/reproducibility-associativity

Reproducibility: software experiments with damn simple associativity and deep variability

Primary LanguagePython

Reproducibility, associativity, and deep variability

Reproducibility: software experiments with damn simple associativity and deep variability

Do you agree that x+(y+z) == (x+y)+z? Well, let's see...

Here are the current implementations:

  • configurable Python implementation with seed and number
  • configurable Java implementation with basic (float), double or math
  • configurable C implementation with custom (optional) + windows or linux having an effect on random primitives. We compile with gcc, i686-w64-mingw32-gcc (when needs be/possible), and clang
  • configurable Rust implementation with compile-time options (associativity, multiplication inverse with and without Pi) and run-time options with optional error margin over equality
  • LISP implementation
  • configurable JavaScript implementation with seed number (and actually the surprising global seed) and equality-check (associativity, multiplication inverse with and without Pi)
  • configurable Bash implementation with equality-check using -e (associativity, multiplication inverse with and without Pi)
  • configurable Swift implementation with seed, --number, and --equality-check
  • configurable Ocaml implementation with seed (optional), --number, and --equality-check
  • configurable Julia implementation with seed (optional), --number, --equality-check, and stric-equality
  • configurable R implementation with seed (optional), number, and eq_check
  • configurable Go implementation with seed (optional), number, and equality-check
  • configurable Perl implementation with seed (optional), number, and equality-check

All implementations (but LISP until now) support parameterization of the number of random generations. Executions are repeated 10 times by default (min, max, average, std reported).

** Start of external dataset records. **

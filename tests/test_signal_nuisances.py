"""Signal-shape nuisance parameters (mass scale, resolution) profiled in the scan and its toys.

Checks:
* every size 0 gives the scan without nuisances exactly (the issue's requirement);
* with sizes, q0, the signal yield and the fitted factors at several masses against an
  independent hand-written iminuit fit of the same likelihood (bin integrals from
  ``scipy.stats.norm.cdf`` and the closed-form exponential integral; Gaussian constraints
  1/2 ((k-1)/delta)^2, common practice); tolerance 2e-3 in q0;
* the constraint terms against ``scipy.stats.norm`` / ``scipy.stats.lognorm`` log-densities;
* a toy's highest q0 with the nuisances, against the same independent fit of that toy.
"""

from __future__ import annotations

import math

import numpy as np
import pytest
from iminuit import Minuit
from scipy import stats as st

from peaksift.likelihood import SignalNuisances
from peaksift.stats import scan
from peaksift.stats.shape_profile import run_nuisance_toy_batch
from peaksift.stats.toys import ToyBatch, toy_counts

WINDOW = (100.0, 200.0)
EDGES = np.linspace(*WINDOW, 101)
SIGMA = 2.0


def _data(seed: int = 1) -> np.ndarray:
    rng = np.random.default_rng(seed)
    x = np.concatenate([100 + rng.exponential(40, 20000), rng.normal(150, 2.0, 150)])
    return x[(x > WINDOW[0]) & (x < WINDOW[1])]


def _counts(x: np.ndarray) -> np.ndarray:
    return np.histogram(x, EDGES)[0].astype(float)


def _independent_q0(n: np.ndarray, mass: float, d_scale: float, d_res: float) -> dict:
    """q0 by iminuit on a likelihood written here from scratch."""
    lo, hi = WINDOW
    c, h = 0.5 * (lo + hi), 0.5 * (hi - lo)

    def bkg(slope):
        if abs(slope) < 1e-9:
            return np.diff(EDGES) / (hi - lo)
        prim = np.exp(slope * (EDGES - c) / h)
        return np.diff(prim) / (prim[-1] - prim[0])

    def sig(km, kr):
        cdf = st.norm.cdf(EDGES, mass * km, SIGMA * kr)  # not frozen: 5 ms a call
        return np.diff(cdf) / (cdf[-1] - cdf[0])

    def nll(s, km, kr, b, slope):
        nu = s * sig(km, kr) + b * bkg(slope)
        if np.any(nu <= 0):
            return 1e30
        val = float(np.sum(nu - n * np.log(nu)))
        val += 0.5 * ((km - 1) / d_scale) ** 2 + 0.5 * ((kr - 1) / d_res) ** 2
        return val

    def nll0(b, slope):
        nu = b * bkg(slope)
        return float(np.sum(nu - n * np.log(nu)))

    m0 = Minuit(nll0, b=n.sum(), slope=-1.0)
    m0.errordef = 0.5
    m0.migrad()
    m1 = Minuit(nll, s=10.0, km=1.0, kr=1.0, b=n.sum(), slope=m0.values["slope"])
    m1.errordef = 0.5
    m1.limits["km"] = (1 - 6 * d_scale, 1 + 6 * d_scale)
    m1.limits["kr"] = (1 - 6 * d_res, 1 + 6 * d_res)
    m1.strategy = 2
    m1.migrad()
    best = m1.fval
    for s0 in (50.0, 150.0):  # a second start guards against a local minimum
        m2 = Minuit(nll, s=s0, km=1.0, kr=1.0, b=n.sum() - s0, slope=m0.values["slope"])
        m2.errordef = 0.5
        m2.limits["km"] = m1.limits["km"]
        m2.limits["kr"] = m1.limits["kr"]
        m2.migrad()
        if m2.fval < best:
            m1, best = m2, m2.fval
    s = m1.values["s"]
    q0 = 2 * (m0.fval - m1.fval) if s > 0 else 0.0
    return {"q0": max(q0, 0.0), "s": s, "km": m1.values["km"], "kr": m1.values["kr"]}


def test_zero_sizes_give_the_plain_scan_exactly():
    x = _data()
    kw = {"absolute_resolution": SIGMA, "window": WINDOW, "bins": 100, "refit": False}
    plain = scan(x, "gaussian", "exponential", np.linspace(110, 190, 41), **kw)
    zero = scan(x, "gaussian", "exponential", np.linspace(110, 190, 41),
                nuisances=SignalNuisances(), **kw)
    zero2 = scan(x, "gaussian", "exponential", np.linspace(110, 190, 41),
                 nuisances={"mass_scale": 0.0, "mass_resolution": 0.0, "luminosity": 0.0}, **kw)
    for z in (zero, zero2):
        assert z == plain
        assert np.array_equal(z.q0, plain.q0, equal_nan=True)
        assert z.to_dict() == plain.to_dict()
    a = plain.toy_scans(30, seed=3)
    b = zero2.toy_scans(30, seed=3)
    assert np.array_equal(a, b, equal_nan=True)


@pytest.mark.parametrize("mass", [146.0, 151.0, 170.0])
def test_profiled_q0_matches_an_independent_iminuit_fit(mass):
    x = _data()
    d_scale, d_res = 0.01, 0.2
    r = scan(x, "gaussian", "exponential", np.array([mass]), absolute_resolution=SIGMA,
             window=WINDOW, bins=100, refit=False,
             nuisances={"mass_scale": d_scale, "mass_resolution": d_res})
    ref = _independent_q0(_counts(x), mass, d_scale, d_res)
    assert r.q0[0] == pytest.approx(ref["q0"], abs=2e-3)
    if ref["q0"] > 1:
        assert r.signal_yield[0] == pytest.approx(ref["s"], rel=2e-3, abs=0.05)
        assert r.nuisance_factors["mass_scale"][0] == pytest.approx(ref["km"], abs=1e-4)
        assert r.nuisance_factors["mass_resolution"][0] == pytest.approx(ref["kr"], abs=2e-3)


def test_constraint_terms_match_scipy_log_densities():
    """Gaussian: -ln N(k; c, delta) up to its constant (scipy.stats.norm.logpdf); log-normal:
    -ln of the normal density of ln k, i.e. scipy.stats.lognorm(s=ln(1+delta), scale=c)
    .logpdf(k) + ln k up to the constant."""
    nu = SignalNuisances.make({"mass_scale": 0.02, "mass_resolution": 0.15},
                              {"mass_resolution": "lognormal"})
    names = ("mass_scale", "mass_resolution")
    k = np.array([[0.97, 0.8], [1.01, 1.3], [1.0, 1.0]])
    c = np.array([[1.0, 1.0], [1.02, 1.1], [0.99, 0.9]])
    val, grad, hess = nu.constraint_terms(names, k, c)
    g = -st.norm(c[:, 0], 0.02).logpdf(k[:, 0]) + st.norm(0, 0.02).logpdf(0)
    s = math.log1p(0.15)
    ln = (-st.lognorm(s, scale=c[:, 1]).logpdf(k[:, 1]) - np.log(k[:, 1])
          + st.norm(0, s).logpdf(0))
    np.testing.assert_allclose(val, g + ln, rtol=1e-10, atol=1e-12)
    eps = 1e-6  # derivatives against central differences of the value
    for j in range(2):
        up, dn = k.copy(), k.copy()
        up[:, j] += eps
        dn[:, j] -= eps
        vu, gu, _ = nu.constraint_terms(names, up, c)
        vd, gd, _ = nu.constraint_terms(names, dn, c)
        np.testing.assert_allclose(grad[:, j], (vu - vd) / (2 * eps), rtol=1e-6, atol=1e-6)
        np.testing.assert_allclose(hess[:, j], (gu[:, j] - gd[:, j]) / (2 * eps), rtol=1e-5,
                                   atol=1e-5)


def test_sampled_centres_follow_the_constraints():
    """Unconditional-ensemble centres: mean and spread of the draws (20000; tolerance 4
    standard errors) against the constraint widths."""
    nu = SignalNuisances.make({"mass_scale": 0.01, "mass_resolution": 0.1},
                              {"mass_resolution": "lognormal"})
    c = nu.sample_centers(("mass_scale", "mass_resolution"), np.random.default_rng(5), 20000)
    assert c[:, 0].mean() == pytest.approx(1.0, abs=4 * 0.01 / math.sqrt(20000))
    assert c[:, 0].std() == pytest.approx(0.01, rel=0.02)
    assert np.log(c[:, 1]).std() == pytest.approx(math.log1p(0.1), rel=0.02)


def test_toy_maximum_with_nuisances_matches_an_independent_fit():
    x = _data()
    masses = np.linspace(110, 190, 41)
    r = scan(x, "gaussian", "exponential", masses, absolute_resolution=SIGMA, window=WINDOW,
             bins=100, refit=False, nuisances={"mass_scale": 0.01, "mass_resolution": 0.2})
    model = r.model
    spec = ToyBatch(model, 11, 0, 4)
    q = run_nuisance_toy_batch(spec)
    n = toy_counts(model.expected_background, 11, 0, 4)
    for t in range(4):
        j = int(np.nanargmax(q[t]))
        ref = _independent_q0(n[t], float(model.masses[j]), 0.01, 0.2)
        assert q[t, j] == pytest.approx(ref["q0"], abs=5e-3)


def test_sampled_constraint_centres_in_toys_are_reproducible():
    """Unconditional ensemble: each toy draws its constraint centres from its own stream, so
    a toy's q0 does not depend on the batching (1e-9); the maxima stay within 0.5 in Z of the
    conditional ensemble's for the same counts (the centres move q0 by a fraction of a
    constraint width)."""
    x = _data()
    masses = np.linspace(110, 190, 41)
    kw = {"absolute_resolution": SIGMA, "window": WINDOW, "bins": 100, "refit": False,
          "nuisances": {"mass_scale": 0.01, "mass_resolution": 0.2}}
    fixed = scan(x, "gaussian", "exponential", masses, **kw)
    sampled = scan(x, "gaussian", "exponential", masses, nuisance_toys="sampled", **kw)
    a = sampled.model
    whole = run_nuisance_toy_batch(ToyBatch(a, 5, 0, 6))
    split = np.vstack([run_nuisance_toy_batch(ToyBatch(a, 5, 0, 3)),
                       run_nuisance_toy_batch(ToyBatch(a, 5, 3, 3))])
    # the same toys whatever the batching (to rounding: batched matrix products)
    np.testing.assert_allclose(whole, split, rtol=1e-9, atol=1e-9)
    cond = run_nuisance_toy_batch(ToyBatch(fixed.model, 5, 0, 6))
    assert np.all(np.abs(np.sqrt(whole.max(axis=1)) - np.sqrt(cond.max(axis=1))) < 0.5)


def test_fitted_mass_error_with_the_mass_scale_matches_an_independent_fit():
    """The free fit's mass with the mass scale profiled (SignalNuisances.mass_interval)
    against an iminuit fit of the binned likelihood written here with the peak at M k and
    the constraint 1/2 ((k - 1)/delta)^2 as an explicit term (MINOS on M); tolerance 3%
    (the module takes the fit's own mass profile as two half-parabolas).  Also against the
    first-order quadrature sqrt(e^2 + (m delta)^2) (error propagation of m/k, common
    practice), 3%."""
    from peaksift import fit

    delta = 0.004
    x = _data()
    n = _counts(x)
    fr = fit((n, EDGES), "gaussian", "exponential", WINDOW, start={"mass": 150.0},
             intervals=["mass"])
    lo_e, hi_e = fr.intervals["mass"]
    got = SignalNuisances.make({"mass_scale": delta}).mass_interval(fr.peak_mass, -lo_e,
                                                                    hi_e)
    lo, hi = WINDOW
    c, h = 0.5 * (lo + hi), 0.5 * (hi - lo)

    def nll(big_m, k, s, sigma, b, slope):
        cdf = st.norm.cdf(EDGES, big_m * k, sigma)  # not frozen: 5 ms a call
        prim = np.exp(slope * (EDGES - c) / h)
        nu = s * np.diff(cdf) / (cdf[-1] - cdf[0]) + b * np.diff(prim) / (prim[-1] - prim[0])
        if np.any(nu <= 0):
            return 1e30
        return float(np.sum(nu - n * np.log(nu)) + 0.5 * ((k - 1.0) / delta) ** 2)

    m = Minuit(nll, big_m=150.0, k=1.0, s=150.0, sigma=2.0, b=n.sum(), slope=-1.0)
    m.errordef = Minuit.LIKELIHOOD
    m.limits["sigma"] = (0.5, 6.0)
    m.migrad()
    m.minos("big_m")
    ref = (-m.merrors["big_m"].lower, m.merrors["big_m"].upper)
    assert m.values["big_m"] == pytest.approx(fr.peak_mass, abs=0.01 * ref[1])
    assert got[0] == pytest.approx(ref[0], rel=0.03)
    assert got[1] == pytest.approx(ref[1], rel=0.03)
    quad = math.hypot(fr.peak_mass_error, fr.peak_mass * delta)
    assert 0.5 * (got[0] + got[1]) == pytest.approx(quad, rel=0.03)
    assert min(got) > max(-lo_e, hi_e)  # it grew: the scale adds to the statistical error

To execute all variants and gathered results into a CSV: export WINEDEBUG=-all; python eval.py > results.csv; # do something with data like rich results.csv (note: eval.sh is deprecated and replaced by eval.py)

(Meta|Multi)morphic testing

It's also possible to perform a kind of metamorphic testing across variants (see multi_testing.py). By metamorphic testing, we mean here checking the two following (metamorphic) relations:

  • (MR1) whenever there is a triplet x, y, z that fails to hold the equality (e.g., associativity) for a given variant (e.g., Python), this triplet should also fail for another variant (e.g., JavaScript)
  • (MR2) whenever there is a triplet x, y, z that succeeds to hold the equality (e.g., associativity) for a given variant (e.g., Python), this triplet should also succeed for another variant (e.g., JavaScript)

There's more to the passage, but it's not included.